Misal mau makan sebutkan (bisa dalam hati atau diucapkan) sembari melakukan kegiatannya: “Saya mau makan”. “Saya ambil piring di lemari”. “Saya ambil nasi di magic jar”. “Saya pilih lauk” dan seterusnya sampai kegiatan makan tersebut selesai.

Jika di tengah makan ada gangguan. Sebutkan “saya hentikan makan dulu untuk membantu adik mengambil minum” dan seterusnya. 

6. Beri Penghargaan Pada Diri Sendiri

Di akhir hari, appreciate diri sendiri karena sudah berhasil menyelesaikan berbagai tugas, sebagaimanapun remehnya. Biarkan otak dipenuhi pikiran positif sehingga dophamine serta oksitosin membanjiri diri dan membuat hati lebih bahagia. 

***

Nah begitulah cerita mengenai kebiasaan-kebiasaan saya yang bikin senewen dan usaha saya untuk merubahnya. Doakan ya, semoga berhasil. 

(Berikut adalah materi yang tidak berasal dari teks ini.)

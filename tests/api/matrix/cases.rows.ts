/** Route matrix rows for cases, snapshots, comments, reviews and pins. */
import { createCase, submitCase } from "@/lib/services/cases";
import { decideCase } from "@/lib/services/reviews";
import { caseInputSchema, decisionSchema } from "@/lib/validation/cases";
import { actorOf } from "../../helpers/actors";
import { shiftCase } from "../../helpers/cases";
import { ensureReferenceLibrary, type RefFormula } from "../../helpers/reference-library";
import type { Expect, Handler, Row } from "./types";
import { allowAll } from "./types";

import * as cases from "@/app/api/v1/cases/route";
import * as one from "@/app/api/v1/cases/[id]/route";
import * as results from "@/app/api/v1/cases/[id]/results/route";
import * as submit from "@/app/api/v1/cases/[id]/submit/route";
import * as rerun from "@/app/api/v1/cases/[id]/rerun/route";
import * as snapshots from "@/app/api/v1/cases/[id]/snapshots/route";
import * as snapshot from "@/app/api/v1/cases/[id]/snapshots/[revision]/route";
import * as diff from "@/app/api/v1/cases/[id]/diff/route";
import * as exportCsv from "@/app/api/v1/cases/[id]/export/route";
import * as comments from "@/app/api/v1/cases/[id]/comments/route";
import * as reviews from "@/app/api/v1/cases/[id]/reviews/route";
import * as queue from "@/app/api/v1/reviews/route";
import * as pinsRoute from "@/app/api/v1/pins/route";

let library: Promise<Record<RefFormula, number>> | undefined;
const pins = () => (library ??= ensureReferenceLibrary());

/** A fresh draft by Erin (engineer, Larkspur). */
async function draft(): Promise<string> {
  const c = await createCase(await actorOf("engineer"), caseInputSchema.parse(shiftCase(await pins())));
  return String(c.id);
}
/** A fresh case by Erin awaiting review. */
async function awaiting(): Promise<string> {
  const erin = await actorOf("engineer");
  const c = await createCase(erin, caseInputSchema.parse(shiftCase(await pins())));
  await submitCase(erin, c.id, 0);
  return String(c.id);
}
/** A fresh case by `who` awaiting review. */
async function awaitingBy(who: "admin" | "steward"): Promise<string> {
  const author = await actorOf(who);
  const c = await createCase(author, caseInputSchema.parse(shiftCase(await pins())));
  await submitCase(author, c.id, 0);
  return String(c.id);
}
/** A case with two revisions: submitted, returned, resubmitted. */
async function twoRevisions(): Promise<string> {
  const erin = await actorOf("engineer");
  const id = Number(await awaiting());
  const returned = await decideCase(await actorOf("reviewer"), id, decisionSchema.parse({ decision: "returned", reason: "Check the span." }));
  await submitCase(erin, id, returned.lockVersion);
  return String(id);
}

/** Larkspur members read; the other team's admin gets 404. */
const teamReads = (status = 200): Expect => ({ ...allowAll(status), other: 404 });
/** Only the author (Erin) may do it: a role without the permission 403, another member not the author 403. */
const authorOnly = (status: number): Expect => ({ anonymous: 401, engineer: status, steward: 403, reviewer: 403, admin: 403, other: 404 });

export const ROWS: Row[] = [
  { name: "case list", file: "cases", method: "GET", handler: cases.GET as Handler, expect: allowAll(200) },
  {
    name: "case create",
    file: "cases",
    method: "POST",
    handler: cases.POST as Handler,
    prepare: async () => ({ body: shiftCase(await pins()) }),
    // The other team's admin may pin global reference versions too.
    expect: { anonymous: 401, engineer: 201, steward: 201, reviewer: 403, admin: 201, other: 201 },
  },
  { name: "case read", file: "cases/[id]", method: "GET", handler: one.GET as Handler, prepare: async () => ({ params: { id: await draft() } }), expect: teamReads() },
  {
    name: "case edit",
    file: "cases/[id]",
    method: "PATCH",
    handler: one.PATCH as Handler,
    prepare: async () => ({ params: { id: await draft() }, body: { ...shiftCase(await pins(), { title: "Edited" }), lockVersion: 0 } }),
    expect: authorOnly(200),
  },
  {
    name: "case results",
    file: "cases/[id]/results",
    method: "GET",
    handler: results.GET as Handler,
    prepare: async () => ({ params: { id: await draft() } }),
    expect: teamReads(),
  },
  {
    name: "case results (columns)",
    file: "cases/[id]/results",
    method: "GET",
    query: "format=columns",
    handler: results.GET as Handler,
    prepare: async () => ({ params: { id: await draft() } }),
    expect: teamReads(),
  },
  {
    name: "case results (the case page's sample and first page)",
    file: "cases/[id]/results",
    method: "GET",
    query: "format=columns&points=1200&offset=0&limit=50",
    handler: results.GET as Handler,
    prepare: async () => ({ params: { id: await draft() } }),
    expect: teamReads(),
  },
  {
    name: "case submit",
    file: "cases/[id]/submit",
    method: "POST",
    handler: submit.POST as Handler,
    prepare: async () => ({ params: { id: await draft() }, body: { lockVersion: 0 } }),
    expect: authorOnly(200),
  },
  {
    name: "case re-run (nothing newer)",
    file: "cases/[id]/rerun",
    method: "POST",
    handler: rerun.POST as Handler,
    prepare: async () => ({ params: { id: await draft() }, body: { lockVersion: 0 } }),
    expect: authorOnly(409),
  },
  {
    name: "snapshots",
    file: "cases/[id]/snapshots",
    method: "GET",
    handler: snapshots.GET as Handler,
    prepare: async () => ({ params: { id: await awaiting() } }),
    expect: teamReads(),
  },
  {
    name: "snapshot",
    file: "cases/[id]/snapshots/[revision]",
    method: "GET",
    handler: snapshot.GET as Handler,
    prepare: async () => ({ params: { id: await awaiting(), revision: "1" } }),
    expect: teamReads(),
  },
  {
    name: "snapshot diff",
    file: "cases/[id]/diff",
    method: "GET",
    handler: diff.GET as Handler,
    prepare: async () => ({ params: { id: await twoRevisions() } }),
    expect: teamReads(),
  },
  {
    name: "CSV export",
    file: "cases/[id]/export",
    method: "GET",
    handler: exportCsv.GET as Handler,
    prepare: async () => ({ params: { id: await awaiting() } }),
    expect: teamReads(),
  },
  { name: "comments", file: "cases/[id]/comments", method: "GET", handler: comments.GET as Handler, prepare: async () => ({ params: { id: await draft() } }), expect: teamReads() },
  {
    name: "comment",
    file: "cases/[id]/comments",
    method: "POST",
    handler: comments.POST as Handler,
    prepare: async () => ({ params: { id: await awaiting() }, body: { body: "Which pressure is the converter at?", revision: 1 } }),
    expect: teamReads(201),
  },
  {
    name: "reviews of a case",
    file: "cases/[id]/reviews",
    method: "GET",
    handler: reviews.GET as Handler,
    prepare: async () => ({ params: { id: await awaiting() } }),
    expect: teamReads(),
  },
  {
    name: "decide",
    file: "cases/[id]/reviews",
    method: "POST",
    handler: reviews.POST as Handler,
    prepare: async () => ({ params: { id: await awaiting() }, body: { decision: "approved", reason: "" } }),
    expect: { anonymous: 401, engineer: 403, steward: 403, reviewer: 201, admin: 201, other: 404 },
    // Four-eyes: an admin may decide cases, but not one they wrote.
    author: { who: "admin", prepare: async () => ({ params: { id: await awaitingBy("admin") }, body: { decision: "approved", reason: "" } }), expect: 403 },
  },
  {
    name: "review queue",
    file: "reviews",
    method: "GET",
    handler: queue.GET as Handler,
    expect: { anonymous: 401, engineer: 403, steward: 403, reviewer: 200, admin: 200, other: 200 },
  },
  { name: "pinnable versions", file: "pins", method: "GET", handler: pinsRoute.GET as Handler, expect: allowAll(200) },
];
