/** Route matrix rows for the foundation's handlers. */
import { models } from "@/lib/db";
import { actorOf } from "../../helpers/actors";
import type { Handler, Row } from "./types";
import { adminOnly, allowAll, everyoneGets } from "./types";

import * as me from "@/app/api/v1/me/route";
import * as health from "@/app/api/v1/health/route";
import * as session from "@/app/api/v1/session/route";
import * as members from "@/app/api/v1/team/members/route";
import * as member from "@/app/api/v1/team/members/[id]/route";
import * as invitations from "@/app/api/v1/team/invitations/route";
import * as invitation from "@/app/api/v1/team/invitations/[id]/route";
import * as accept from "@/app/api/v1/invitations/accept/route";
import * as audit from "@/app/api/v1/audit/route";
import * as evaluateRoute from "@/app/api/v1/evaluate/route";
import * as outbox from "@/app/api/v1/outbox/route";

// A small valid evaluation: water vaporisation with constant Cp (common practice values, from memory).
const evaluateBody = {
  reaction: "H2O(l) -> H2O(g)",
  species: {
    "H2O(l)": { segments: [{ phase: "l", form: "constant", tminK: 273.15, tmaxK: 373.15, coeffs: { cpJ: 75.3 } }], reference: { tK: 298.15, phase: "l", hkJ: -285.83, sJ: 69.95 } },
    "H2O(g)": { segments: [{ phase: "g", form: "constant", tminK: 273.15, tmaxK: 1000, coeffs: { cpJ: 33.6 } }], reference: { tK: 298.15, phase: "g", hkJ: -241.83, sJ: 188.84 } },
  },
  temperatures: { fromK: 300, toK: 370, stepK: 10 },
};

let throwaway = 0;
async function larkspurMembership(): Promise<string> {
  const admin = await actorOf("admin");
  throwaway += 1;
  const user = await models().User.create({ email: `tmp${throwaway}@example.test`, name: `Temp ${throwaway}`, passwordHash: "x" });
  const m = await models().Membership.create({ teamId: admin.teamId, userId: user.id, role: "engineer" });
  return String(m.id);
}
async function larkspurInvitation(): Promise<string> {
  const admin = await actorOf("admin");
  throwaway += 1;
  const i = await models().Invitation.create({
    teamId: admin.teamId,
    invitedById: admin.userId,
    email: `inv${throwaway}@example.test`,
    role: "engineer",
    tokenHash: `${throwaway}`.padStart(64, "0"),
    expiresAt: new Date(Date.now() + 86_400_000),
    acceptedAt: null,
    revokedAt: null,
  });
  return String(i.id);
}

export const ROWS: Row[] = [
  { name: "me", file: "me", method: "GET", handler: me.GET as Handler, expect: allowAll(200) },
  { name: "members list", file: "team/members", method: "GET", handler: members.GET as Handler, expect: allowAll(200) },
  {
    name: "member role",
    file: "team/members/[id]",
    method: "PATCH",
    handler: member.PATCH as Handler,
    prepare: async () => ({ params: { id: await larkspurMembership() }, body: { role: "steward" } }),
    expect: adminOnly(200),
  },
  {
    name: "member remove",
    file: "team/members/[id]",
    method: "DELETE",
    handler: member.DELETE as Handler,
    prepare: async () => ({ params: { id: await larkspurMembership() } }),
    expect: adminOnly(204),
  },
  { name: "invitations list", file: "team/invitations", method: "GET", handler: invitations.GET as Handler, expect: adminOnly(200, 200) },
  {
    name: "invite",
    file: "team/invitations",
    method: "POST",
    handler: invitations.POST as Handler,
    prepare: async () => ({ body: { email: `new${++throwaway}@example.test`, role: "engineer" } }),
    expect: adminOnly(201, 201),
  },
  {
    name: "revoke invitation",
    file: "team/invitations/[id]",
    method: "DELETE",
    handler: invitation.DELETE as Handler,
    prepare: async () => ({ params: { id: await larkspurInvitation() } }),
    expect: adminOnly(204),
  },
  { name: "audit", file: "audit", method: "GET", handler: audit.GET as Handler, expect: { anonymous: 401, engineer: 403, steward: 200, reviewer: 200, admin: 200, other: 200 } },
  { name: "outbox (own mail, or the team's for admins)", file: "outbox", method: "GET", handler: outbox.GET as Handler, expect: allowAll(200) },
  { name: "evaluate", file: "evaluate", method: "POST", handler: evaluateRoute.POST as Handler, prepare: async () => ({ body: evaluateBody }), expect: allowAll(200) },
  {
    name: "evaluate (columns)",
    file: "evaluate",
    method: "POST",
    query: "format=columns",
    handler: evaluateRoute.POST as Handler,
    prepare: async () => ({ body: evaluateBody }),
    expect: allowAll(200),
  },
  // Public doors: the same answer whoever asks.
  { name: "health", file: "health", method: "GET", handler: health.GET as Handler, expect: everyoneGets(200) },
  { name: "health (deep: database and mail queue)", file: "health", method: "GET", query: "deep=1", handler: health.GET as Handler, expect: everyoneGets(200) },
  {
    name: "sign out",
    file: "session",
    method: "DELETE",
    handler: session.DELETE as Handler,
    expect: everyoneGets(204),
  },
  {
    name: "sign in (wrong password)",
    file: "session",
    method: "POST",
    handler: session.POST as Handler,
    prepare: async () => ({ body: { email: "erin.engineer@example.test", password: "wrong-password-1" } }),
    expect: everyoneGets(401),
  },
  {
    name: "accept invitation (unknown token)",
    file: "invitations/accept",
    method: "POST",
    handler: accept.POST as Handler,
    prepare: async () => ({ body: { token: "t".repeat(32), name: "Someone", password: "valid-pass-123" } }),
    expect: everyoneGets(404),
  },
];
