/** Route matrix rows for the critical constants of a species (PATCH /api/v1/species/:id). */
import { models } from "@/lib/db";
import { actorOf } from "../../helpers/actors";
import type { Expect, Handler, Row } from "./types";
import * as speciesOne from "@/app/api/v1/species/[id]/route";

// Butane's constants: Poling, Prausnitz & O'Connell, The Properties of Gases and Liquids, 5th ed., Appendix A (from memory).
const BUTANE = { tcK: 425.12, pcBar: 37.96, omega: 0.2, citation: "Poling, Prausnitz & O'Connell, 5th ed., Appendix A (from memory)" };

async function larkspurSpecies(): Promise<string> {
  const team = (await actorOf("steward")).teamId;
  return String((await models().Species.findOne({ where: { teamId: team } }))!.id);
}
async function referenceSpecies(): Promise<string> {
  return String((await models().Species.findOne({ where: { teamId: null, formula: "N2" } }))!.id);
}

/** Stewards and admins of the owning team; another team's species is 404. */
const stewards: Expect = { anonymous: 401, engineer: 403, steward: 200, reviewer: 403, admin: 200, other: 404 };
/** The reference library is read-only for every role (the other team's admin included). */
const readOnly: Expect = { anonymous: 401, engineer: 403, steward: 403, reviewer: 403, admin: 403, other: 403 };

export const ROWS: Row[] = [
  {
    name: "species critical constants",
    file: "species/[id]",
    method: "PATCH",
    handler: speciesOne.PATCH as Handler,
    prepare: async () => ({ params: { id: await larkspurSpecies() }, body: { critical: BUTANE } }),
    expect: stewards,
  },
  {
    name: "species critical constants removed",
    file: "species/[id]",
    method: "PATCH",
    handler: speciesOne.PATCH as Handler,
    prepare: async () => ({ params: { id: await larkspurSpecies() }, body: { critical: null } }),
    expect: stewards,
  },
  {
    name: "reference species critical constants",
    file: "species/[id]",
    method: "PATCH",
    handler: speciesOne.PATCH as Handler,
    prepare: async () => ({ params: { id: await referenceSpecies() }, body: { critical: BUTANE } }),
    expect: readOnly,
  },
];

By the way, kalau ada yang merasa kebiasaan-kebiasaannya juga mulai menganggu seperti saya jangan ragu-ragu curhat ke psikolog. Mereka akan sangat membantu daripada curhat sendiri ke teman yang biasanya sama mumetnya dengan kita.

***

Ditulis untuk Tantangan Blogging Mamah Gajah Ngeblog bulan Februari 2025 dengan topik Kebiasaan/Rutinitas.



6 comments:

  1. Kisahnya bikin senyum-senyum ini Teh Restu. Keren loh mau ke psikolog.

    ReplyDelete
    Replies
    1. Bener. Keren teh Restu. Menyadari punya masalah sudah satu proses penyembuhan kan ya katanya!? Apalagi sampe beraksi tuh. Semangaaattt 🔥🤗

      Delete
  2. Restu, koq malah rasa "ngaca" yaaa....
    Aku tuh juga ngerasa sama persis seperti yang kamu tulisin
    Akhirnya bener-bener gak produktif dan semua serba lupa karena dikit-dikit terdistraksi.

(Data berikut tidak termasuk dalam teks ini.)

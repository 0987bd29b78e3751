/** Route matrix rows for the impact of a model version on the team's pinned cases. */
import { models } from "@/lib/db";
import { actorOf } from "../../helpers/actors";
import type { Expect, Handler, Row } from "./types";
import * as impact from "@/app/api/v1/versions/[id]/impact/route";

// Constant Cp of a solid with an anchor: numbers invented for the test.
const solidData = {
  segments: [{ phase: "cr", form: "constant" as const, tminK: 250, tmaxK: 900, coeffs: { cpJ: 120 } }],
  reference: { tK: 298.15, phase: "cr", hkJ: -1000, sJ: 80 },
};

let n = 0;
/** A proposed Larkspur version (v2 of a fresh model whose v1 is approved). */
async function larkspurVersion(): Promise<string> {
  const sam = await actorOf("steward");
  const s = await models().Species.findOne({ where: { teamId: sam.teamId, formula: "NiAl2O4" } });
  const model = await models().CpModel.create({
    speciesId: s!.id,
    teamId: sam.teamId,
    name: `Impact matrix model ${++n}`,
    family: "custom",
    variant: null,
    copiedFromId: null,
    createdById: sam.userId,
  });
  const common = {
    modelId: model.id,
    teamId: sam.teamId,
    data: solidData,
    citation: "Matrix test (invented)",
    uncertainty: null,
    changeNote: null,
    decisionReason: null,
    datasetId: null,
    authorId: sam.userId,
    decidedById: null,
  };
  await models().ModelVersion.create({ ...common, versionNumber: 1, status: "approved", proposedAt: null, decidedAt: new Date() });
  const v = await models().ModelVersion.create({ ...common, versionNumber: 2, status: "proposed", proposedAt: new Date(), decidedAt: null });
  return String(v.id);
}

const teamReads: Expect = { anonymous: 401, engineer: 200, steward: 200, reviewer: 200, admin: 200, other: 404 };
const drafting: Expect = { anonymous: 401, engineer: 202, steward: 202, reviewer: 403, admin: 202, other: 404 };

export const ROWS: Row[] = [
  {
    name: "version impact",
    file: "versions/[id]/impact",
    method: "GET",
    handler: impact.GET as Handler,
    prepare: async () => ({ params: { id: await larkspurVersion() } }),
    expect: teamReads,
  },
  {
    name: "version impact run",
    file: "versions/[id]/impact",
    method: "POST",
    handler: impact.POST as Handler,
    prepare: async () => ({ params: { id: await larkspurVersion() } }),
    expect: drafting,
  },
];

    Ini aku udah berupaya untuk meminimalisir gadget dan social media untuk melatih kembali "sense" disiplinnya (ya...sebenarnya bukan tipe orang yang disiplin juga sih dari dulu, makanya sangat menyesal kan...kan...)

    ReplyDelete
  3. Random bnget. Alhamdulillah, suaminya baik banget. Penuh pengertian.
    Syukurlah sudah mendapat solusi dari psikolog.

    ReplyDelete
  4. Semua pointnya aku banget, teh Restu. Aku kaget psikolognya gak menyebutkan soal ADHD, karena semua detailnya mirip banget dengan karakter orang dengan ADHD. Aku gak pernah ketemu psikolog dan dapat diagnosa resmi sih. Tapi baca buku ini eh kok gue banget: https://www.goodreads.com/book/show/43723475-adhd

    ReplyDelete
  5. Akhirnya ketemu juga tulisan yang paling relatable! Makasih banyak solusinya.